# Boston Acoustic model BA735 Digital



## mitman (Jun 13, 2006)

The 2.1 speaker system came with Gateway computer with ME operating system. Ever since I switched it to XP, they stopped working. I went to Boston Acoustic site, and found out that I need to install a driver. Can anyone direct me or advice me about which driver I should be looking for, or direct me to the site where I can download the driver. Appreciate it. Thanks


----------



## michaeltee (May 20, 2004)

mitman said:


> The 2.1 speaker system came with Gateway computer with ME operating system. Ever since I switched it to XP, they stopped working. I went to Boston Acoustic site, and found out that I need to install a driver. Can anyone direct me or advice me about which driver I should be looking for, or direct me to the site where I can download the driver. Appreciate it.
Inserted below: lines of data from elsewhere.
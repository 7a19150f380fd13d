package stochastic

import (
	"context"
	"fmt"
	"math"
	"os"
	"testing"
)

// The acceptance test of an ensemble against the moments of the chemical
// master equation (../shared/reference/analytic-checks.md, "common
// practice for stochastic simulators' test suites"): at each output time
// t > 0, with n runs,
//
//	Z = √n (mean − μ(t))/σ(t)        within (−3, 3)
//	Y = √(n/2) (s²/σ(t)² − 1)         within (−5, 5)
//
// Under a correct simulator Z is close to standard normal, so
// P(|Z| ≥ 3) ≈ 0.0027 at one time; Y has variance about 1 + κ/2 (κ the
// excess kurtosis of the counts: 1/μ for immigration–death's Poisson
// count, several for birth–death's skewed one), so |Y| ≥ 5 is rarer than
// 1 % at one time. The checks at neighbouring times are strongly
// correlated (the same runs), so excursions come in clusters: one unlucky
// ensemble is out at two or three neighbouring times. We allow two
// excursions per method and model. Measured on the direct method with
// 1,000 ensembles of n = 1,000 per model (seeds 1000–1999), a correct
// simulator had more than two excursions in 3 (immigration–death) and 5
// (birth–death) of them, 0.3–0.5 %; with 200 ensembles of n = 10,000, in 0
// and 1 of them. A rate 10 % off gives 20 to 40 excursions (see
// TestMomentsWrongRate). The runs are seeded, so each test's outcome is
// reproducible; the allowance is what a change of random stream may cost.
//
// n is 1,000 in the quick form (go test) and 10,000 with
// STOCHASTIC_FULL=1 (make test-stochastic). Z and Y are normalised by n, so
// the bounds are the same for both; only the power to see a small error
// grows with n (a bias of 3σ/√n in the mean: 9.5 % of σ at n = 1,000,
// 3 % at n = 10,000).
func ensembleRuns() int {
	if os.Getenv("STOCHASTIC_FULL") != "" {
		return 10000
	}
	return 1000
}

const allowedExcursions = 2

// momentReport is the outcome of the acceptance test.
type momentReport struct {
	excursions int
	maxZ, maxY float64
	worst      string
}

func (r momentReport) String() string {
	return fmt.Sprintf("%d excursions, max |Z| = %.2f, max |Y| = %.2f (%s)", r.excursions, r.maxZ, r.maxY, r.worst)
}

// passes reports whether r meets the bounds above.
func (r momentReport) passes() bool {
	return r.excursions <= allowedExcursions
}

// momentTest applies the acceptance test to species 0 of e.
func momentTest(e *Ensemble, mu, sigma2 func(t float64) float64) momentReport {
	var r momentReport
	n := float64(e.Done)
	for i, t := range e.Times {
		v := sigma2(t)
		if v <= 0 {
			continue
		}
		z := math.Sqrt(n) * (e.Mean(i, 0) - mu(t)) / math.Sqrt(v)
		y := math.Sqrt(n/2) * (e.Var(i, 0)/v - 1)
		if math.Abs(z) >= 3 {
			r.excursions++
		}
		if math.Abs(y) >= 5 {
			r.excursions++
		}
		if math.Abs(z) > r.maxZ || math.Abs(y) > r.maxY {
			r.worst = fmt.Sprintf("t = %g: mean %.4g vs %.4g, variance %.4g vs %.4g", t, e.Mean(i, 0), mu(t), e.Var(i, 0), v)
		}
		r.maxZ = math.Max(r.maxZ, math.Abs(z))
		r.maxY = math.Max(r.maxY, math.Abs(y))
	}
	return r
}

// immigrationDeath is ∅ → X at rate alpha, X → ∅ at rate mu·X, X(0) = 0.
func immigrationDeath(alpha, mu float64) *Network {
	return &Network{Species: []string{"X"}, Initial: []float64{0}, Channels: []Channel{
		{Name: "in", Change: []Term{{0, 1}}, C: alpha},
		{Name: "out", Change: []Term{{0, -1}}, Reactants: []Term{{0, 1}}, C: mu},
	}}
}

// birthDeath is X → 2X at rate lambda·X, X → ∅ at rate mu·X.
func birthDeath(lambda, mu, x0 float64) *Network {
	return &Network{Species: []string{"X"}, Initial: []float64{x0}, Channels: []Channel{
		{Name: "birth", Change: []Term{{0, 1}}, Reactants: []Term{{0, 1}}, C: lambda},
		{Name: "death", Change: []Term{{0, -1}}, Reactants: []Term{{0, 1}}, C: mu},
	}}
}

func grid(dt float64, n int) []float64 {
	ts := make([]float64, n)
	for i := range ts {
		ts[i] = dt * float64(i+1)
	}
	return ts
}

// The closed forms (analytic-checks.md): immigration–death is Poisson at
// every t with mean = variance = (α/μ)(1 − e^(−μt)); birth–death has mean
// X0 e^(rt) and variance X0 (λ+μ)/r e^(rt)(e^(rt) − 1), r = λ − μ (Bailey
// 1964; Kendall 1948).
const (
	idAlpha, idMu          = 10.0, 1.0
	bdLambda, bdMu, bdX0   = 1.0, 0.8, 10.0
	momentDT, momentPoints = 0.25, 20
)

func idMean(t float64) float64 { return idAlpha / idMu * (1 - math.Exp(-idMu*t)) }

func bdMean(t float64) float64 { return bdX0 * math.Exp((bdLambda-bdMu)*t) }

func bdVar(t float64) float64 {
	r := bdLambda - bdMu
	return bdX0 * (bdLambda + bdMu) / r * math.Exp(r*t) * (math.Exp(r*t) - 1)
}

type momentCase struct {
	name   string
	net    func(scale float64) *Network // scale multiplies one rate constant
	mu, s2 func(float64) float64
}

var momentCases = []momentCase{
	{"immigration-death", func(sc float64) *Network { return immigrationDeath(idAlpha*sc, idMu) }, idMean, idMean},
	{"birth-death", func(sc float64) *Network { return birthDeath(bdLambda*sc, bdMu, bdX0) }, bdMean, bdVar},
}

var methodCases = []Settings{
	{Method: Direct, Search: SearchLinear},
	{Method: Direct, Search: SearchTree},
	{Method: NextReaction},
	{Method: TauLeap},
}

func methodName(s Settings) string {
	switch {
	case s.Method == Direct && s.Search == SearchTree:
		return "direct-tree"
	case s.Method == Direct:
		return "direct-linear"
	}
	return string(s.Method)
}

func runMoments(t *testing.T, c momentCase, set Settings, scale float64, seed uint64) momentReport {
	t.Helper()
	e, err := RunEnsemble(context.Background(), c.net(scale), EnsembleSettings{
		Runs: ensembleRuns(), Seed: seed, Times: grid(momentDT, momentPoints), Sim: set, Keep: -1})
	if err != nil {
		t.Fatal(err)
	}
	if e.Done != ensembleRuns() || len(e.Failures) > 0 {
		t.Fatalf("%d runs done, failures %v", e.Done, e.Failures)
	}
	return momentTest(e, c.mu, c.s2)
}

func TestMoments(t *testing.T) {
	for _, c := range momentCases {
		for _, m := range methodCases {
			t.Run(c.name+"/"+methodName(m), func(t *testing.T) {
				r := runMoments(t, c, m, 1, 2026)
				t.Logf("n = %d: %v", ensembleRuns(), r)
				if !r.passes() {
					t.Errorf("moments rejected: %v", r)
				}
			})
		}
	}
}

// TestMomentsWrongRate shows that the acceptance test can fail: a rate
// constant 10 % too high (immigration for immigration–death, birth for
// birth–death) must be rejected by the same test for every method.
func TestMomentsWrongRate(t *testing.T) {
	for _, c := range momentCases {
		for _, m := range methodCases {
			t.Run(c.name+"/"+methodName(m), func(t *testing.T) {
				r := runMoments(t, c, m, 1.1, 2026)
				t.Logf("rate ×1.1, n = %d: %v", ensembleRuns(), r)
				if r.passes() {
					t.Errorf("a 10 %% wrong rate passed the acceptance test: %v", r)
				}
			})
		}
	}
}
Thanks


Hi,

Speakers in and of themselves don't normally require a driver. If you were told you needed a new driver they were probably referring to a sound card driver. First, check your sound card's properties to make sure you're properly configured for _*digital*_ speaker output. The problem might be that you're currently outputting in analog mode. Also make sure your speakers are connected to the digital output jack. If you need to update the driver for Windows XP, check the sound card manufacturer's and/or Gateway's support site and you should find what you need.

-Mike


----------



## kiwiguy (Aug 17, 2003)

To support the above suggestion, when you upgraded to ME, you also wiped out the PC's sound card drivers, it's a normal consequence. You need to reinstall them.


----------



## mitman (Jun 13, 2006)

Thank you guys. I appreciate your help. I will try that.


----------



## michaeltee (May 20, 2004)

mitman said:


> Thank you guys. I appreciate your help. I will try that.


Also wanted to add... if your PC has mobo integrated audio as well as a PCI sound card, make sure the system default is the card with digital audio.


----------